In our experimental simulations, the performance of accuracy, sensitivity, specificity, and positive predictive value (PPV) was evaluated, while varying the size of input data in our deep learning model during the training and test stage true positives (TPs) and true negatives (TNs) were used as metrics to detect abnormal heartbeats. TP refers to the judgements of arrhythmia rhythm, and TN defines the case of detecting NSR beats. Additionally, false positive (FP) refers to the decision of abnormal heart beat on NSR, and false negative (FN) defines the case of classifying NSR beats on the irregular heartbeats.

Tables 7 and 8 list the accuracy, sensitivity, specificity, and PPV of all the considered data. Figure 7 shows the comparison of results.

With regard to the accuracy and specificity with the four indicators, given that the NSR rhythms have more beats than the abnormal waveform in MIT-BIH database, a higher accuracy for the classification of NSR beats was obtained for all cases. Therefore, sensitivity and positive predictive value in the NSR classification must be judged more thoroughly. The sensitivity obtained by using an inception model with convolution filter sizes of [1, 3, 5] was between 96.2 and 96.9% accuracy, which is slightly higher than the expanded inception model. In contrast, in terms of positive prediction, the inception model with convolutional kernel size of [10, 50, 100] was somewhat higher with an accuracy ranging between 91.4 and 95.7%.

5. Conclusions

In this study, we explored the influence of detailed parameters by presenting a model suitable for the evaluation of ECG rhythm via various deep learning models. To accomplish this objective, the MIT-BIH ECG arrhythmia database was used to evaluate arrhythmia classification with varying of the inception structure to classify LBBB, RBBB, PVC, and APC rhythm. Based on Figure 4 and Table 4, the number of filters in the inception module should be at least 5 to detect arrhythmia beat. For the comparison with the previous state-of-the-art concerning the classification of heartbeats, we illustrated Table 9 to show the misclassification error rate of classifying NSR, APC, and PVC beats with the additional specifying accuracy, sensitivity, specificity, and positive predictive value in Table 10.

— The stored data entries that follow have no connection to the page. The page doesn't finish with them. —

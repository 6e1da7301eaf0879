# nodelife — `make run` serves the app; `make test` runs every test.
GO      ?= go
ADDR    ?= 127.0.0.1:8080
GOROOT  := $(shell $(GO) env GOROOT)
WASMEXEC:= $(firstword $(wildcard $(GOROOT)/lib/wasm/wasm_exec.js $(GOROOT)/misc/wasm/wasm_exec.js))
SOURCES := $(shell find engine ui wasm -name '*.go' 2>/dev/null) go.mod go.sum
# Debian packages the tests need: Chromium for the browser tests, X/GL headers
# and a virtual display for the ebiten ui package's native tests.
TESTPKGS:= chromium xvfb xauth gcc libc6-dev libgl1-mesa-dev libx11-dev libxrandr-dev \
           libxcursor-dev libxinerama-dev libxi-dev libxxf86vm-dev

.PHONY: run build wasm test test-deps bench schema clean

## run: build the WebAssembly app and serve it on $(ADDR) (needs only Go)
run: build
	./bin/nodelife serve --addr $(ADDR)

## build: the native command, with the app embedded, no cgo
build: wasm
	CGO_ENABLED=0 $(GO) build -trimpath -o bin/nodelife .

## wasm: the browser app in static/
wasm: static/nodelife.wasm static/wasm_exec.js

static/nodelife.wasm: $(SOURCES)
	GOOS=js GOARCH=wasm $(GO) build -trimpath -ldflags="-s -w" -o $@ ./wasm
	gzip -9 -k -f $@

static/wasm_exec.js: $(WASMEXEC)
	cp $< $@

## test: install what the tests need (Debian, as root) and run every test
test: test-deps build
	$(GO) vet ./...
	GOOS=js GOARCH=wasm $(GO) vet ./engine/... ./ui/... ./wasm/...
	CGO_ENABLED=0 $(GO) build -o /dev/null .
	xvfb-run -a $(GO) test -count=1 ./...

test-deps:
	@missing=""; \
	command -v chromium >/dev/null || missing="$$missing chromium"; \
	command -v xvfb-run >/dev/null || missing="$$missing xvfb xauth"; \
	[ -f /usr/include/GL/gl.h ] && [ -f /usr/include/X11/extensions/Xrandr.h ] && \
	  [ -f /usr/include/X11/Xcursor/Xcursor.h ] && [ -f /usr/include/X11/extensions/Xinerama.h ] && \
	  [ -f /usr/include/X11/extensions/XInput2.h ] && [ -f /usr/include/X11/extensions/xf86vmode.h ] || \
	  missing="$$missing headers"; \
	command -v gcc >/dev/null || missing="$$missing gcc"; \
	if [ -n "$$missing" ]; then \
	  echo "installing test dependencies (missing:$$missing)"; \
	  if [ "$$(id -u)" != 0 ]; then echo "run as root, or: sudo apt-get install -y $(TESTPKGS)"; exit 1; fi; \
	  apt-get update -qq && DEBIAN_FRONTEND=noninteractive apt-get install -y -qq $(TESTPKGS) >/dev/null; \
	fi

## bench: engine benchmarks, then the app's in headless Chromium (make test's packages)
bench: test-deps wasm
	$(GO) test -run '^$$' -bench . -benchmem ./engine/...
	$(GO) test -run '^$$' -bench . -benchtime 3x ./wasm/

## schema: rewrite the published JSON Schema from the field table
schema:
	$(GO) run . schema > engine/scenario/schema.json

clean:
	rm -rf bin static/nodelife.wasm static/nodelife.wasm.gz static/wasm_exec.js test-output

For the case of extended inception deep learning model used in our research, the misclassification error rate of APC was 7.2% for classifying NSR, LBBB, RBBB, APC, and PVC beats, whereas the error rate was 6.32% for classifying only NSR, APC, and PVC beats, which is relatively low compared with the previous research studies. Thus, we can conclude that the extension of the inception deep learning model can detect five distinct ECG rhythms with the highest accuracy of classification for the detection of APC beats.

Data Availability

We tested PhysioNet MIT-BIH arrhythmia benchmark databases which are open public data available at http://www.physionet.org.

Conflicts of Interest

The authors declare that there are no conflicts of interests regarding the publication of this article.

Acknowledgments

This research was supported by the Basic Science Research Program through the National Research Foundation of Korea (NRF) funded by the Ministry of Education (No. 2018R1A6A3A01011941).